*What is being asked*
Find the line that contains "protected readonly rows", then repeat it and each line after it to the end of the records, exactly.
- - - - -
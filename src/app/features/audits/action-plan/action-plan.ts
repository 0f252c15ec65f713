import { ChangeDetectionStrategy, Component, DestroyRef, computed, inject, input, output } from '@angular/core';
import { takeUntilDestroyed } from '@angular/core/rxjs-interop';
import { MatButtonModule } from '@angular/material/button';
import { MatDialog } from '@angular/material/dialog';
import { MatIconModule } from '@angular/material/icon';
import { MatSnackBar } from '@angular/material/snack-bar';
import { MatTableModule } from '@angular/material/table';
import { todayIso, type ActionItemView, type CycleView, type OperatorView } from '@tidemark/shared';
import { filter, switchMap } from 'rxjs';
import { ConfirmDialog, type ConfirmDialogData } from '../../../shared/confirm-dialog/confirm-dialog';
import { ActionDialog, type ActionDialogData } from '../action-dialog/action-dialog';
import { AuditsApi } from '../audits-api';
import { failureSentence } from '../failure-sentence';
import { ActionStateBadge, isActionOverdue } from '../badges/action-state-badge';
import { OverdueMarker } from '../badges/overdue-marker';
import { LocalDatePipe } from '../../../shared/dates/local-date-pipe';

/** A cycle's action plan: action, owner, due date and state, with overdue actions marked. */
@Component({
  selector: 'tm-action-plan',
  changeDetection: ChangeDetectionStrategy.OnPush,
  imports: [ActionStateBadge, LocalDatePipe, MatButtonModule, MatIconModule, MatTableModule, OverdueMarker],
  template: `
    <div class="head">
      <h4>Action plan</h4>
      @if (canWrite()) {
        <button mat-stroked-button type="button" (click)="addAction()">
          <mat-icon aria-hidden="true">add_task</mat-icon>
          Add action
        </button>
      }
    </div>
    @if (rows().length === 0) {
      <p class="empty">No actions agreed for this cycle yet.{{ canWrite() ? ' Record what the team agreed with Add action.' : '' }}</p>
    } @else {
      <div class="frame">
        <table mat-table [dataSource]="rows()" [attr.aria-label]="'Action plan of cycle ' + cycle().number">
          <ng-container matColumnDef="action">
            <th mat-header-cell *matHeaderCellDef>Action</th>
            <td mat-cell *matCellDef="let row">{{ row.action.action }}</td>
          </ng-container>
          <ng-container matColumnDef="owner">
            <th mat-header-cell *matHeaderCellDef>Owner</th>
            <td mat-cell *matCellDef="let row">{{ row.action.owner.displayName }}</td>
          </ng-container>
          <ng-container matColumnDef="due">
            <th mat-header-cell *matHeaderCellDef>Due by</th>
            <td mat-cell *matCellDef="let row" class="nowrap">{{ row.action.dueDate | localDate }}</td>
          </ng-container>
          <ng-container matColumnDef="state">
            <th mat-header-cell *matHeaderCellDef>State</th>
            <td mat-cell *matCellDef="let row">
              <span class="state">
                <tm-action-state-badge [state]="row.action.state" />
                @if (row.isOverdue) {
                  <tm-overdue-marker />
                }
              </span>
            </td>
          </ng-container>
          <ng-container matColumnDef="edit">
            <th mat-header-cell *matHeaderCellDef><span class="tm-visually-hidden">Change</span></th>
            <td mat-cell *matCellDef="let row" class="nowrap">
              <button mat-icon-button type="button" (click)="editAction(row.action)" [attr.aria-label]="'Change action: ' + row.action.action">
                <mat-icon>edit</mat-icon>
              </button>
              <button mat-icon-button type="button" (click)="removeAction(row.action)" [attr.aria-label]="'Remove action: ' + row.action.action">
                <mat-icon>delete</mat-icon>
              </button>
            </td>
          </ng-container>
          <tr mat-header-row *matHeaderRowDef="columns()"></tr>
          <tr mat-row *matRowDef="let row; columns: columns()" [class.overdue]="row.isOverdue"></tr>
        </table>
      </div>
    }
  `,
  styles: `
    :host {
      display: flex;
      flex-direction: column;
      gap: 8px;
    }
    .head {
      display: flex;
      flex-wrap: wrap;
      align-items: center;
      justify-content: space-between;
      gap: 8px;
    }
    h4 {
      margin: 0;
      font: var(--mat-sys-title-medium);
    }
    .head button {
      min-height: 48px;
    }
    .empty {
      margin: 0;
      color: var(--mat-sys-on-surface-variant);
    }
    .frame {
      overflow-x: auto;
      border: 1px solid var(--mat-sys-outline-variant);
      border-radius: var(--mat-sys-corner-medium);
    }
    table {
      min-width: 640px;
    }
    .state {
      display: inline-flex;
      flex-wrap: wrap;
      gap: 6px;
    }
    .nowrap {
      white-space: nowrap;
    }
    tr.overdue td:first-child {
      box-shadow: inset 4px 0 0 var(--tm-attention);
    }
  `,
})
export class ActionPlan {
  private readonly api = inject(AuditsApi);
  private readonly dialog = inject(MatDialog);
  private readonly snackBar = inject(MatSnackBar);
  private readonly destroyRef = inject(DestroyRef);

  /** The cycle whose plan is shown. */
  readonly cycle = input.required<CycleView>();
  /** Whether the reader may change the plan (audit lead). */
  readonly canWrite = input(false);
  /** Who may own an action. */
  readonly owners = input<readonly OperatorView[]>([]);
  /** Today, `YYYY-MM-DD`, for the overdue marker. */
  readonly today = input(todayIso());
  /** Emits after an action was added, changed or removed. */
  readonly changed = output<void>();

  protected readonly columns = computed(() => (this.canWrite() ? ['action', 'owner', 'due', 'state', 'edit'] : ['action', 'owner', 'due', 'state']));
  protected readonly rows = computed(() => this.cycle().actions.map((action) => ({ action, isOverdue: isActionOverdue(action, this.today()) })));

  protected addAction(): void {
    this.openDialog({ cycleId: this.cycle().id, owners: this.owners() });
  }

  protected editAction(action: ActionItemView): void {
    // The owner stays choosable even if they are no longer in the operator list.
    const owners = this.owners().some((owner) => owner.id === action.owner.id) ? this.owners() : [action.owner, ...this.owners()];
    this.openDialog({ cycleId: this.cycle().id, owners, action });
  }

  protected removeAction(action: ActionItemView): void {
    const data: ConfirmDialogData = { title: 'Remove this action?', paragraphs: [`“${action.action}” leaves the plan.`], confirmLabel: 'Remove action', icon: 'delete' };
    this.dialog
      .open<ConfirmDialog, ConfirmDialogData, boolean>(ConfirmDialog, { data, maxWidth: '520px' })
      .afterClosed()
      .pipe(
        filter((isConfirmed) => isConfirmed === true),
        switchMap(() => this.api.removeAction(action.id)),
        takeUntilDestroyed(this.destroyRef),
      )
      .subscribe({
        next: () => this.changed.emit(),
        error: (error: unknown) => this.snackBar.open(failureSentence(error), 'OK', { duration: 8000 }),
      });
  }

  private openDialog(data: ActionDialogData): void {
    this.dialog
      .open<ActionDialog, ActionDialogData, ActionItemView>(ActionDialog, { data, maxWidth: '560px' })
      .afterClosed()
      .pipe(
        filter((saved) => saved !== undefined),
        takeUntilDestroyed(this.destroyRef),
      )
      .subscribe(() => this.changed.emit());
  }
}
- - - - -
*Reply*
  protected readonly rows = computed(() => this.cycle().actions.map((action) => ({ action, isOverdue: isActionOverdue(action, this.today()) })));

  protected addAction(): void {
    this.openDialog({ cycleId: this.cycle().id, owners: this.owners() });
  }

  protected editAction(action: ActionItemView): void {
    // The owner stays choosable even if they are no longer in the operator list.
    const owners = this.owners().some((owner) => owner.id === action.owner.id) ? this.owners() : [action.owner, ...this.owners()];
    this.openDialog({ cycleId: this.cycle().id, owners, action });
  }

  protected removeAction(action: ActionItemView): void {
    const data: ConfirmDialogData = { title: 'Remove this action?', paragraphs: [`“${action.action}” leaves the plan.`], confirmLabel: 'Remove action', icon: 'delete' };
    this.dialog
      .open<ConfirmDialog, ConfirmDialogData, boolean>(ConfirmDialog, { data, maxWidth: '520px' })
      .afterClosed()
      .pipe(
        filter((isConfirmed) => isConfirmed === true),
        switchMap(() => this.api.removeAction(action.id)),
        takeUntilDestroyed(this.destroyRef),
      )
      .subscribe({
        next: () => this.changed.emit(),
        error: (error: unknown) => this.snackBar.open(failureSentence(error), 'OK', { duration: 8000 }),
      });
  }

  private openDialog(data: ActionDialogData): void {
    this.dialog
      .open<ActionDialog, ActionDialogData, ActionItemView>(ActionDialog, { data, maxWidth: '560px' })
      .afterClosed()
      .pipe(
        filter((saved) => saved !== undefined),
        takeUntilDestroyed(this.destroyRef),
      )
      .subscribe(() => this.changed.emit());
  }
}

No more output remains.